> [YOUR INSTRUCTIONS]: In the listing below, the lines from the first through the one with "what was written." are to be copied word for word.

> [RECORDED INFORMATION]:
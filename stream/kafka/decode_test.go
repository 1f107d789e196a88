package kafka

import (
	"bytes"
	"encoding/binary"
	"errors"
	"fmt"
	"math"
	"slices"
	"testing"
	"time"

	"github.com/segmentio/kafka-go/compress"
	"github.com/segmentio/kafka-go/protocol"
	"pgregory.net/rapid"

	"stillwell/stream"
)

// The library writes record sets; what is read back must be what was written.
func TestDecodesWhatTheLibraryWrites(t *testing.T) {
	for _, version := range []int8{1, 2} {
		t.Run(fmt.Sprint("format ", version), rapid.MakeCheck(func(t *rapid.T) {
			var data []byte
			var want []decoded
			base := int64(0)
			for range rapid.IntRange(1, 4).Draw(t, "batches") {
				n := rapid.IntRange(1, 20).Draw(t, "records")
				codec := rapid.SampledFrom(codecs).Draw(t, "codec")
				if version == 1 && codec != 0 {
					codec = 1 + codec%2 // format 1 knows gzip and snappy in a form that all agree on
				}
				var records []protocol.Record
				for i := range n {
					rec := protocol.Record{Time: time.UnixMilli(rapid.Int64Range(1, 4e12).Draw(t, "time"))}
					var value []byte
					if !rapid.Bool().Draw(t, "tombstone") {
						value = rapid.SliceOfN(rapid.Byte(), 0, 300).Draw(t, "value")
						rec.Value = protocol.NewBytes(slices.Clone(value))
					}
					if rapid.Bool().Draw(t, "keyed") {
						rec.Key = protocol.NewBytes([]byte("passenger"))
						if version == 2 {
							rec.Headers = []protocol.Header{{Key: "trace", Value: []byte("x")}, {Key: "empty"}}
						}
					}
					records = append(records, rec)
					want = append(want, decoded{base + int64(i), string(value), rec.Time.UnixNano()})
				}
				var b bytes.Buffer
				rs := protocol.RecordSet{Version: version, Attributes: protocol.Attributes(codec), Records: protocol.NewRecordReader(records...)}
				if _, err := rs.WriteTo(&b); err != nil {
					t.Fatal(err)
				}
				written := b.Bytes()[4:] // without its size
				offsets(written, version, codec != 0, base, n)
				data = append(data, written...)
				base += int64(n)
			}
			next := rapid.Int64Range(0, base).Draw(t, "next")
			want = want[next:]
			got, d, err := decode(data, next)
			if err != nil || !slices.Equal(got, want) || d.next != base {
				t.Fatalf("from %d: got %v, next %d, %v\nwant %v", next, got, d.next, err, want)
			}
		}))
	}
}

func TestTimestamps(t *testing.T) {
	values := [][]byte{[]byte("a"), []byte("b")}
	for _, tt := range []struct {
		name         string
		attributes   int16
		stamp, max   int64
		want0, want1 int64 // nanoseconds
	}{
		{"the producer's", 0, 1000, 1001, 1000e6, 1001e6},
		{"the broker's", appendTimeBit, 1000, 5000, 5000e6, 5000e6},
		{"none", 0, -1, -1, 0, 0},
		{"none from the broker", appendTimeBit, 7, -1, 0, 0},
		{"microseconds by mistake", 0, 1_772_000_000_000_000_000, 0, math.MaxInt64, math.MaxInt64},
		{"beyond all", 0, math.MaxInt64, 0, math.MaxInt64, 0}, // the second has gone round, and is none
	} {
		got, _, err := decode(testBatch{values: values, stamp: tt.stamp, maxStamp: tt.max, attributes: tt.attributes}.append(nil), 0)
		if err != nil || len(got) != 2 || got[0].stamp != tt.want0 || got[1].stamp != tt.want1 {
			t.Errorf("%s: %v, %v, want %d and %d", tt.name, got, err, tt.want0, tt.want1)
		}
	}
}

func TestCompactedBatches(t *testing.T) {
	data := testBatch{base: 10, values: numbered("v", 0, 3), holes: []int64{1, 4, 5}, lastDelta: 9}.append(nil)
	data = testBatch{base: 20, lastDelta: 4}.append(data) // nothing left in it
	data = testBatch{base: 25, values: numbered("w", 0, 1)}.append(data)
	got, d, err := decode(data, 12)
	want := []decoded{{14, "v 1", 1e6}, {15, "v 2", 2e6}, {25, "w 0", 0}}
	if err != nil || !slices.Equal(got, want) || d.next != 26 {
		t.Errorf("got %v, next %d, %v, want %v", got, d.next, err, want)
	}
	if got, d, err := decode(data[:len(data)-10], 16); err != nil || len(got) != 0 || d.next != 25 {
		t.Errorf("behind an emptied batch: got %v, next %d, %v, want to go on at 25", got, d.next, err)
	}
}

// A broker cuts an answer off where it likes.
func TestTruncatedAnswers(t *testing.T) {
	for _, codec := range codecs {
		first := testBatch{values: numbered("v", 0, 5), attributes: codec}.append(nil)
		data := testBatch{base: 5, values: numbered("v", 5, 5), attributes: codec}.append(first)
		for n := range len(data) {
			got, d, err := decode(data[:n], 0)
			want := 0
			if n >= len(first) {
				want = 5
			}
			if err != nil || len(got) != want || d.next != int64(want) {
				t.Fatalf("codec %d, the first %d of %d bytes: got %d messages, next %d, %v", codec, n, len(data), len(got), d.next, err)
			}
		}
	}
}

func TestDamageIsFound(t *testing.T) {
	for _, codec := range codecs {
		good := testBatch{values: numbered("v", 0, 5), attributes: codec}.append(nil)
		data := testBatch{base: 5, values: numbered("v", 5, 5), attributes: codec}.append(slices.Clone(good))
		for i := len(good) + atCRC; i < len(data); i++ {
			bent := slices.Clone(data)
			bent[i] ^= 0x10
			got, d, err := decode(bent, 0)
			var dmg *damage
			if !errors.Is(err, errChecksum) || !errors.As(err, &dmg) || len(got) != 5 || d.next != 5 {
				t.Fatalf("codec %d, byte %d bent: got %d messages, next %d, %v", codec, i, len(got), d.next, err)
			}
		}
	}
}

// With the right checksum, but made by something that is no producer.
func TestMalformedBatches(t *testing.T) {
	for _, tt := range []struct {
		name string
		bend func([]byte) []byte
		want error
	}{
		{"more records than there are", func(b []byte) []byte { b[atCount+3] = 9; return b }, errRecord},
		{"a record longer than the batch", func(b []byte) []byte { b[atRecords] = 0x7e; return b }, errRecord},
		{"the last record longer than the batch", func(b []byte) []byte { b[len(b)-10] += 2; return b }, errRecord},
		{"a record of no length", func(b []byte) []byte { b[atRecords] = 0; return b }, errRecord},
		{"a number without end", func(b []byte) []byte { copy(b[atRecords+2:], "\xff\xff\xff\xff\xff\xff\xff\xff"); return b }, errRecord},
		{"too short for a batch", func(b []byte) []byte { return frame(b[:atRecords-1]) }, errLength},
		{"too short for anything", func(b []byte) []byte { return frame(b[:atMagic]) }, errLength},
		{"a codec that is none", func(b []byte) []byte { b[atAttributes+1] |= 7; return b }, nil},
		{"a format that is none", func(b []byte) []byte { b[atMagic] = 3; return b }, nil},
		{"not what gzip says it is", func(b []byte) []byte { b[atAttributes+1] |= 1; return b }, nil},
		{"not what snappy says it is", func(b []byte) []byte { b[atAttributes+1] |= 2; return b }, nil},
		{"not what lz4 says it is", func(b []byte) []byte { b[atAttributes+1] |= 3; return b }, nil},
		{"not what zstd says it is", func(b []byte) []byte { b[atAttributes+1] |= 4; return b }, nil},
	} {
		b := tt.bend(testBatch{base: 30, values: numbered("v", 0, 3)}.append(nil))
		if len(b) > atAttributes {
			seal(b)
		}
		b = testBatch{base: 33, values: numbered("v", 3, 3)}.append(b)
		got, d, err := decode(b, 30)
		var dmg *damage
		if !errors.As(err, &dmg) || tt.want != nil && !errors.Is(err, tt.want) || len(got) > 3 || d.next > 33 {
			t.Errorf("%s: got %v, next %d, %v, want damage", tt.name, got, d.next, err)
		}
	}
}

func TestABombIsNotUnpacked(t *testing.T) {
	for _, codec := range codecs[1:] {
		b := testBatch{values: [][]byte{make([]byte, 3<<20)}, attributes: codec}.append(nil)
		d := decoder{most: 1 << 20}
		d.begin(b, 0, nil)
		if err := d.batches(0, len(b)); !errors.Is(err, errUnpacked) || cap(d.data) > 4<<20 {
			t.Errorf("codec %d: %v, capacity %d, want %v", codec, err, cap(d.data), errUnpacked)
		}
	}
}

// The broker's clock can replace the producer's in format 1 too: then the wrapper's time holds for all inside.
func TestOldFormats(t *testing.T) {
	inner := oldMessageBytes(1, 0, 0, 111, "a")
	inner = append(inner, oldMessageBytes(1, 0, 1, 222, "b")...)
	wrapped := oldMessageBytes(1, 1|appendTimeBit, 41, 999, string(pack(compress.Gzip, inner)))
	got, d, err := decode(append(wrapped, oldMessageBytes(0, 0, 42, 0, "c")...), 0)
	want := []decoded{{40, "a", 999e6}, {41, "b", 999e6}, {42, "c", 0}}
	if err != nil || !slices.Equal(got, want) || d.next != 43 {
		t.Errorf("got %v, next %d, %v, want %v", got, d.next, err, want)
	}
	inner = append(oldMessageBytes(0, 0, 50, 0, "x"), oldMessageBytes(0, 0, 51, 0, "y")...) // format 0: true offsets inside
	got, _, err = decode(oldMessageBytes(0, 2, 51, 0, string(pack(compress.Snappy, inner))), 51)
	if want := []decoded{{51, "y", 0}}; err != nil || !slices.Equal(got, want) {
		t.Errorf("got %v, %v, want %v", got, err, want)
	}
	twice := oldMessageBytes(1, 1, 5, 0, string(pack(compress.Gzip, oldMessageBytes(1, 1, 0, 0, string(pack(compress.Gzip, inner))))))
	if got, _, err := decode(twice, 0); err == nil {
		t.Errorf("packed twice: got %v", got)
	}
	for i := atMagic; i < len(wrapped); i++ {
		bent := slices.Clone(wrapped)
		bent[i] ^= 4
		if got, _, err := decode(bent, 0); err == nil {
			t.Fatalf("byte %d bent: got %v", i, got)
		}
	}
}

func TestDecodingDoesNotAllocate(t *testing.T) {
	var data []byte
	for i := range 10 {
		data = testBatch{base: int64(i) * 100, values: numbered("v", 0, 100), producer: 7, attributes: transactionBit}.append(data)
	}
	d := decoder{messages: make([]stream.Message, 0, 1000)}
	gone := []aborted{{producer: 8, first: 3}}
	n := testing.AllocsPerRun(100, func() {
		d.begin(data, 5, gone)
		if err := d.batches(0, len(data)); err != nil || len(d.messages) != 995 {
			t.Fatal(len(d.messages), err)
		}
	})
	if n != 0 {
		t.Errorf("%v allocations for 1000 messages", n)
	}
}

// How long does a message take, apart from all that lies between us and the broker?
//
//	go test ./stream/kafka -run '^$' -bench Decode
func BenchmarkDecode(b *testing.B) {
	for _, codec := range []compress.Compression{compress.None, compress.Lz4, compress.Zstd} {
		b.Run("codec="+codec.String(), func(b *testing.B) {
			values := numbered(string(bytes.Repeat([]byte("seat-map "), 12)), 0, 1000)
			data := testBatch{values: values, stamp: 1_772_000_000_000, attributes: int16(codec)}.append(nil)
			d := decoder{}
			n := len(data)
			b.ReportAllocs()
			for b.Loop() {
				d.begin(data[:n:n], 0, nil)
				if err := d.batches(0, n); err != nil || len(d.messages) != 1000 {
					b.Fatal(len(d.messages), err)
				}
			}
			b.ReportMetric(float64(b.Elapsed().Nanoseconds())/float64(b.N)/1000, "ns/message")
		})
	}
}

func TestVarints(t *testing.T) {
	for _, v := range []int64{0, 1, -1, 63, 64, -64, -65, 127, 128, 8191, 8192, -8192, -8193, 1 << 20, -1 << 40, math.MaxInt64, math.MinInt64} {
		b := binary.AppendVarint([]byte{9}, v)
		for _, tail := range []string{"", "\x00", "\xff"} {
			if got, next := varint(append(b, tail...), 1); got != v || next != len(b) {
				t.Errorf("%d: got %d, next %d, want %d", v, got, next, len(b))
			}
		}
		if _, next := varint(b[:len(b)-1], 1); next != -1 {
			t.Errorf("%d, cut off: next %d", v, next)
		}
	}
}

> [ANSWER TO THIS EXERCISE]:
filename stream/kafka/decode_test.go
repository 1f107d789e196a88
package kafka

import (
	"bytes"
	"encoding/binary"
	"errors"
	"fmt"
	"math"
	"slices"
	"testing"
	"time"

	"github.com/segmentio/kafka-go/compress"
	"github.com/segmentio/kafka-go/protocol"
	"pgregory.net/rapid"

	"stillwell/stream"
)

// The library writes record sets; what is read back must be what was written.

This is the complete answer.